How Custos capitalised on a gap in the digital rights protection market.
Take us back to where it all started?
Bounty hunters, embedded Bitcoin rewards, pirates and blockchain.
It sounds like the building blocks for a futuristic adventure film and might very well one day turn into a viable movie idea if the current success of South African tech startup Custos Media Technologies remains on its upwards trajectory.
For now, however, it is the actual building blocks to protect films, and other digital media, against piracy in a ground-breaking new step in digital rights management. Pretty fitting for a company which name means ‘guardian’ in Latin.
Gert-Jan van Rooyen – CEO and co-founder of Custos Media Technologies with its offices in Stellenbosch, South Africa – says he can definitely still remember the exact moment when the idea was born.
It was in 2013, one morning around the coffee machine in the offices of the Media Lab (a media-technology research facility) at the University of Stellenbosch. Van Rooyen, Fred Lutz (now COO of Custos) and Herman Engelbrecht stood around “shooting the breeze”.
“It was literally one of those flash-of-insight moments,” he explains.
At that time Van Rooyen and his colleagues were doing research on content protection and video watermarking, and they were also interested in the advent of the cryptocurrency era.
“We were idly chatting when we suddenly stumbled on this idea that you can use cryptocurrency deposits as a way of making sure that people play fair with digital content.” Van Rooyen wrote up the invention disclosure that very same day and sent it to the tech transfer office. “Within days we were talking to the patent lawyers,” he remembers.
The idea is revolutionary. Turning anti-piracy into a digital gaming challenge with Bitcoin rewards waiting to be claimed and linking two of the most unlikely partners in the fight against piracy: the media houses wanting to protect their intellectual property when it is at its most vulnerable and a group of “long-on-time, short-on-money” digital natives who are already embroiled in the dark web of pirating.
Essentially what Custos does is to embed Bitcoin reward keys inside their clients’ media content. If the content is kept confidential, this key remains unlocked. If the content is shared, there is a small group of enthusiastic bounty hunters who pounce to unlock and pocket the Bitcoin reward for themselves. The bounty hunters are recruited through Custos’ other brand: Privateer.xyz.
Market-based and decentralised, this model finds a way for Custos’ client base to track down the original infringers who are sharing content on the piracy market. As soon as a reward is unlocked, Custos starts tracking the identity of the infringer.
He explains that his career history in academics, first as researcher and then associate professor at the University of Stellenbosch, prepared him well for being an entrepreneur.
“Someone once said that ‘academia is a series of individual faculty entrepreneurs held together by a common grievance over parking’,” he smiles. “But if you are an academic, you have to be entrepreneurial.” You also develop “academic grit” in facing the peer-review scrutiny of other researchers of your work, which now helps him to be able to reinvent and restart when facing entrepreneurial challenges.
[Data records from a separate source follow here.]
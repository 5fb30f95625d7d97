/**
 * What the exact greedy on iterative solves and its first pick share (the solve that refuses to
 * return an unconverged value, the tie-break test against a bound), and the masked-vector helpers
 * both exact greedy paths use.
 */
import { EngineError } from './errors';
import type { GroundedLaplacian } from './linalg/grounded-laplacian';

/** Relative residual of every exact check and of u and v. */
export const CHECK_TOL = 1e-10;
/** Each rank-one step lowers the diagonal bounds by this relative margin, for rounding in g. */
export const STEP_SAFETY = 1 - 1e-9;
/** Lanczos steps of the bound every person gets at the start, and of a refresh of the person on top. */
export const CHEAP_HOPS = 2;
export const DEEP_HOPS = 8;

/**
 * Whether a person whose true total is at least `low` could still win against the incumbent
 * under the engine's tie-break (beats in dense-state.ts): a later person only by a smaller
 * total, an earlier one also by a tie within the tolerance.
 */
export function mayBeat(low: number, j: number, bestT: number, best: number, tol: number): boolean {
  if (best < 0) return true;
  if (j > best) return low < bestT;
  return low <= bestT + 2 * tol * Math.abs(bestT);
}

/** K x = b by CG (from x0 when given); a solve that does not converge is an error, not a silent value. */
export function solved(k: GroundedLaplacian, b: Float64Array, x0?: Float64Array, tol = CHECK_TOL): Float64Array {
  const x = x0 ? Float64Array.from(x0) : new Float64Array(k.n);
  const out = k.solve(b, x, tol);
  if (!out.converged && !(out.relativeResidual <= 100 * tol))
    throw new EngineError(
      'SOLVER_FAILED',
      `The iterative solver did not converge (relative residual ${out.relativeResidual.toExponential(2)} after ${out.iterations} iterations).`,
    );
  return x;
}

export function invert(inT: Uint8Array): Uint8Array {
  const g = new Uint8Array(inT.length);
  for (let i = 0; i < inT.length; i++) g[i] = inT[i] ? 0 : 1;
  return g;
}

export function masked(x: Float64Array, keep: Uint8Array): Float64Array {
  const b = new Float64Array(x.length);
  for (let i = 0; i < x.length; i++) if (keep[i]) b[i] = x[i];
  return b;
}

export function sumOn(x: Float64Array, keep: Uint8Array): number {
  let t = 0;
  for (let i = 0; i < x.length; i++) if (keep[i]) t += x[i];
  return t;
}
How did he grow the business into what it is today?
Custos started four years ago with the three co-founders. Today it employs 13 people permanently and Van Rooyen indicates that by the end of the year, specifically acquiring skills in sales, they want to grow to about 20 people.
It looks like surprisingly smooth sailing since he hopped on a plane in 2014 with co-founder Lutz to Hollywood to learn more about the business in order to develop their idea into a viable company.
Today they have their biggest client in Japan; an e-book partner in the UK; they offer a secure video material distribution platform (www.screenercopy.com) and also deploys this service customised for certain clients (just recently in Canada and shortly in India).
In the next couple of months Custos wants to build sustainable and scalable sales in the independent movie producer niche market. Then it aims to replicate that in other industries as well.
Van Rooyen wants to canvas against the common belief for some entrepreneurs that your first funding must be venture capital (VC). “In the South African context specifically, there are many other funding opportunities – e.g. institutional funding and angel investors. VC is not the only way,” he advises.
As a last bit of advice he states: “When you start and you have that first prototype and patent, you think it will be six months to profitability. It won’t. It always takes longer and you have to be prepared to face that.”